* **EXERCISE AIM**:
Please read the records below and return each line holding the string "Found".

Source records
- Opening Delimiter -

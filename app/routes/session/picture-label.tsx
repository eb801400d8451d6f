import { pictureGrid } from './picture-ground.ts';

const lineHeight = 8;

/** Words on the picture, tied to their place by a leader line. Left out where the picture is too small to read them. */
export function PictureLabel(props: { at: { column: number; row: number }; lines: readonly string[] }) {
  const { column, row } = props.at;
  const width = Math.max(...props.lines.map((line) => line.length)) * 3.15 + 9;
  const height = props.lines.length * lineHeight + 5;
  // Beside the place it stands for, on the side where there is room.
  const left = Math.min(Math.max(6, column - width / 2), pictureGrid.width - width - 4);
  const top = row > 80 ? row - 52 : row + 30;
  const from = { x: left + width * 0.4, y: top > row ? top : top + height };
  const to = { x: column + 0.5, y: row + (top > row ? 4 : -6) };
  const leader = `M${from.x} ${from.y}L${to.x} ${to.y}`;
  return (
    <g className="max-lg:hidden">
      <path d={leader} strokeWidth="1.7" className="stroke-halo" />
      <path d={leader} strokeWidth="0.5" className="stroke-ink" />
      <rect x={left} y={top} width={width} height={height} className="fill-ground" />
      {props.lines.map((line, i) => (
        <text
          key={line}
          x={left + 4.5}
          y={top + 7.5 + i * lineHeight}
          fontSize="6.25"
          className={i === 0 ? 'fill-ink font-semibold' : 'fill-ink-2'}
        >
          {line}
        </text>
      ))}
    </g>
  );
}
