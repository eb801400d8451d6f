import { z } from 'zod';
import { weatherProblems } from '#sim-core/weather/weather-problems.ts';
import { layerSourcesSchema } from './layer-source.ts';
import { maximumYears } from './limits.ts';
import { expectedLossesSchema, trendSchema } from './outlook-changes.ts';
import { parameters, type Rates } from './parameters.ts';
import { areaSchema, coordinate, maximumPlaces, moundFields, share } from './places.ts';
import { processesSchema } from './processes.ts';
import { rateSchema } from './rate-schema.ts';
import { uncertainProblems, uncertainSchema } from './uncertain.ts';
import { weatherSourceSchema } from './weather-source.ts';

// A spec's parts are had from here, wherever they are written.
export { areaSchema, type Area } from './places.ts';
export {
  layerSourceSchema,
  layerSourcesSchema,
  mapRasters,
  placesIn,
  rasterSources,
  type Curve,
  type LayerSource,
  type LayerSources,
  type RasterSource,
} from './layer-source.ts';

/** Version of the RunSpec format; a reader refuses what it does not know. */
export const runSpecVersion = 1;

const year = z.number().int().min(1000).max(9999);

/** Works and one-off losses. What is dated in a year acts at its start and shows in that year's frame. */
export const actionSchema = z.discriminatedUnion('kind', [
  /** raises M to `strength` within `radius` of the point and fades it to 0 over a further `halo` metres */
  z.strictObject({
    kind: z.literal('mound'),
    year,
    ...moundFields,
  }),
  /** raises cover to `cover`, never above capacity */
  z.strictObject({ kind: z.literal('planting'), year, area: areaSchema, cover: share }),
  /** sets `each` clumps at every point; what finds no free site there goes to the nearest cells that have some */
  z.strictObject({
    kind: z.literal('clumps'),
    year,
    points: z
      .array(z.tuple([coordinate, coordinate]))
      .min(1)
      .max(maximumPlaces),
    each: z.number().int().min(1).max(100_000).default(1),
  }),
  /** raises F to `strength` from `year` to the end of `until` */
  z.strictObject({
    kind: z.literal('fence'),
    year,
    until: year.optional(),
    area: areaSchema,
    strength: share.default(1),
  }),
  /** removes `share` of the cover */
  z.strictObject({ kind: z.literal('loss'), year, area: areaSchema, share }),
]);
export type Action = z.infer<typeof actionSchema>;
export type Mound = Extract<Action, { kind: 'mound' }>;
export type Clumps = Extract<Action, { kind: 'clumps' }>;

export const ratesSchema: z.ZodType<Rates, Partial<Rates>> = rateSchema(parameters);

export const modeSchema = z.enum(['mean-field', 'counts']);
export const boundarySchema = z.enum(['mirror', 'bare']);
export const stepsPerYearSchema = z.union([z.literal(1), z.literal(2), z.literal(4), z.literal(12)]);
export type Mode = z.infer<typeof modeSchema>;
export type Boundary = z.infer<typeof boundarySchema>;
export type StepsPerYear = z.infer<typeof stepsPerYearSchema>;

/** The fields of a RunSpec, before the checks that look at several fields at once. */
export const runSpecFields = {
  version: z.literal(runSpecVersion),
  mode: modeSchema.default('counts'),
  /** text from which every random draw follows */
  seed: z.string().min(1).max(200),
  replicate: z.number().int().min(0).max(0xffffff).default(0),
  /** year of the survey: the first frame is its `cover`, the first simulated year is the next one */
  surveyYear: year,
  years: z.number().int().min(1).max(maximumYears),
  stepsPerYear: stepsPerYearSchema.default(1),
  boundary: boundarySchema.default('mirror'),
  rates: ratesSchema,
  processes: processesSchema.default({}),
  /** rates that each replicate draws for itself; the values above are then those of no replicate */
  uncertain: uncertainSchema.optional(),
  /** a list, or a source from which each replicate draws its own */
  droughtIndex: weatherSourceSchema.default(0),
  /** what makes the weather drier or wetter as time goes on; none unless given */
  trend: trendSchema.optional(),
  /** losses that come under every option; none unless given */
  losses: expectedLossesSchema.optional(),
  actions: z.array(actionSchema).max(maximumPlaces).default([]),
  /** share of the reference cover that counts as recovered */
  target: z.number().gt(0).max(1).default(0.9),
  /** at least one of them is a raster: it gives the grid */
  layers: layerSourcesSchema,
  /** years whose cover is reported, the survey year included; every year unless said */
  reportYears: z.array(year).optional(),
};

/** Everything that decides a run, but for the bytes of its layers. */
export const runSpecSchema = z.strictObject(runSpecFields).superRefine((spec, context) => {
  const first = spec.surveyYear + 1;
  const last = spec.surveyYear + spec.years;
  const say = (path: (string | number)[], message: string) =>
    context.addIssue({ code: 'custom', path, message });
  for (const { field, message } of weatherProblems(spec.droughtIndex, spec))
    say(['droughtIndex', ...field.split('.').filter(Boolean)], message);
  const source = spec.droughtIndex;
  const frequency = spec.trend?.frequencyPerDecade ?? 1;
  const renews = typeof source === 'object' && 'kind' in source && source.kind === 'renewal';
  if (frequency !== 1 && !renews)
    say(
      ['trend', 'frequencyPerDecade'],
      `Found ${frequency}; only droughts that come back (kind renewal) can come more often. Use shiftPerDecade`,
    );
  spec.losses?.forEach((loss, i) => {
    const [from, until] = 'year' in loss ? [loss.year, loss.year] : [loss.from ?? first, loss.until ?? last];
    const field = 'year' in loss ? 'year' : until < from ? 'until' : 'from';
    if (until < from) say(['losses', i, field], `Found ${until}, before it may first come in ${from}`);
    else if (until < first || from > last)
      say(['losses', i, field], `Falls outside the simulated years ${first} to ${last}`);
  });
  for (const { field, message } of spec.uncertain ? uncertainProblems(spec.uncertain, spec.processes) : [])
    say(['uncertain', ...field.split('.')], message);
  spec.actions.forEach((action, i) => {
    if (action.year < first || action.year > last)
      say(
        ['actions', i, 'year'],
        `Dated ${action.year}; works must fall in the simulated years ${first} to ${last}`,
      );
    if (action.kind === 'fence' && action.until !== undefined && action.until < action.year)
      say(['actions', i, 'until'], `Ends in ${action.until}, before it starts in ${action.year}`);
  });
  spec.reportYears?.forEach((y, i) => {
    if (y < spec.surveyYear || y > last)
      say(['reportYears', i], `${y} lies outside ${spec.surveyYear} to ${last}`);
  });
});
export type RunSpec = z.infer<typeof runSpecSchema>;
/** What may be left out when a RunSpec is written by hand. */
export type RunSpecInput = z.input<typeof runSpecSchema>;

/** Years that have a frame, ascending: those asked for, or every year from the survey on. */
export function frameYears(spec: Pick<RunSpec, 'surveyYear' | 'years' | 'reportYears'>): number[] {
  const asked = spec.reportYears && new Set(spec.reportYears);
  return Array.from({ length: spec.years + 1 }, (_, i) => spec.surveyYear + i).filter(
    (y) => !asked || asked.has(y),
  );
}
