import type { CellSize } from '#contract/working-grid.ts';
import { featureCautions } from '#contract/grid-cautions.ts';
import type { Plant } from '#contract/plants.ts';
import type { Site } from '#contract/sites.ts';
import { coarsenGrid } from '#rasters/align/suggest-grid.ts';
import type { Grid } from '#sim-core/grid/grid.ts';
import { fitKernel } from '#sim-core/index.ts';
import { rateProblems } from '#sim-core/run/grid-problems.ts';
import type { StepsPerYear } from '#sim-core/spec/run-spec.ts';

const stepsPerYearOptions: readonly StepsPerYear[] = [1, 2, 4, 12];
/** Times the side of the finest cell. */
const factors = [1, 2, 3, 4, 5, 6, 8, 10] as const;

/**
 * What a run costs on one core, with counts, on ground that is covered all over: 73 to 78 ns a cell and step, and 37
 * bytes a cell between maps of 1,000² and 2,000² cells. Measured on 2026-12-01 in Node 20 on a shared machine of two
 * cores; bare cells cost less, and browsers hold the pictures of the map besides.
 */
export const cost = { secondsPerCellStep: 75e-9, bytesPerCell: 40 } as const;

/** The grid whose cells are `factor` times as wide as the finest that the site may have. */
export const gridOfFactor = (finest: Grid, factor: number): Grid =>
  coarsenGrid(finest, finest.cellSize * factor);

/** The working cells that a site may have, and what each would mean for its plant and its surveyed points and areas. */
export function cellSizesOf({
  finestGrid,
  plant,
  outlook: { stepsPerYear },
  features,
}: Pick<Site, 'finestGrid' | 'plant' | 'outlook' | 'features'>): CellSize[] {
  return factors
    .map((factor) => ({ factor, grid: gridOfFactor(finestGrid, factor) }))
    .filter(({ factor, grid }) => factor === 1 || (grid.width > 1 && grid.height > 1))
    .map(({ factor, grid }) => {
      const cells = grid.width * grid.height;
      const { warnings, ...front } = frontOn(grid, plant, stepsPerYear);
      return {
        factor,
        grid,
        cells,
        ...front,
        warnings: [...warnings, ...featureCautions(features, grid)],
        memoryBytes: cells * cost.bytesPerCell,
        secondsPerYear: cells * stepsPerYear * cost.secondsPerCellStep,
      };
    });
}

/** v(π/4)/v(0) of the kernel that the plant would have on such cells, or why there would be none. */
function frontOn(
  { cellSize }: Grid,
  { rates, processes = {} }: Plant,
  stepsPerYear: StepsPerYear,
): Pick<CellSize, 'problem' | 'frontRatio' | 'warnings'> {
  const problemsAt = (steps: StepsPerYear) =>
    rateProblems({ rates, processes, stepsPerYear: steps }, cellSize);
  const problems = problemsAt(stepsPerYear);
  if (problems.length > 0) {
    const mends = stepsPerYearOptions.filter((steps) => problemsAt(steps).length === 0);
    const words = problems.map(({ message }) => `${message}.`);
    if (mends.length > 0)
      words.push(
        `With ${mends.join(' or ')} ${mends.at(-1) === 1 ? 'step' : 'steps'} a year one could start.`,
      );
    return { problem: words.join(' '), frontRatio: null, warnings: [] };
  }
  const { frontSpeed, diagonalFrontSpeed, warnings } = fitKernel(rates, cellSize, stepsPerYear);
  return { problem: null, frontRatio: diagonalFrontSpeed / frontSpeed, warnings: [...warnings] };
}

- Closing Delimiter -

* **RESPONSE FOR THIS EXERCISE**:
      `Found ${frequency}; only droughts that come back (kind renewal) can come more often. Use shiftPerDecade`,
    if (until < from) say(['losses', i, field], `Found ${until}, before it may first come in ${from}`);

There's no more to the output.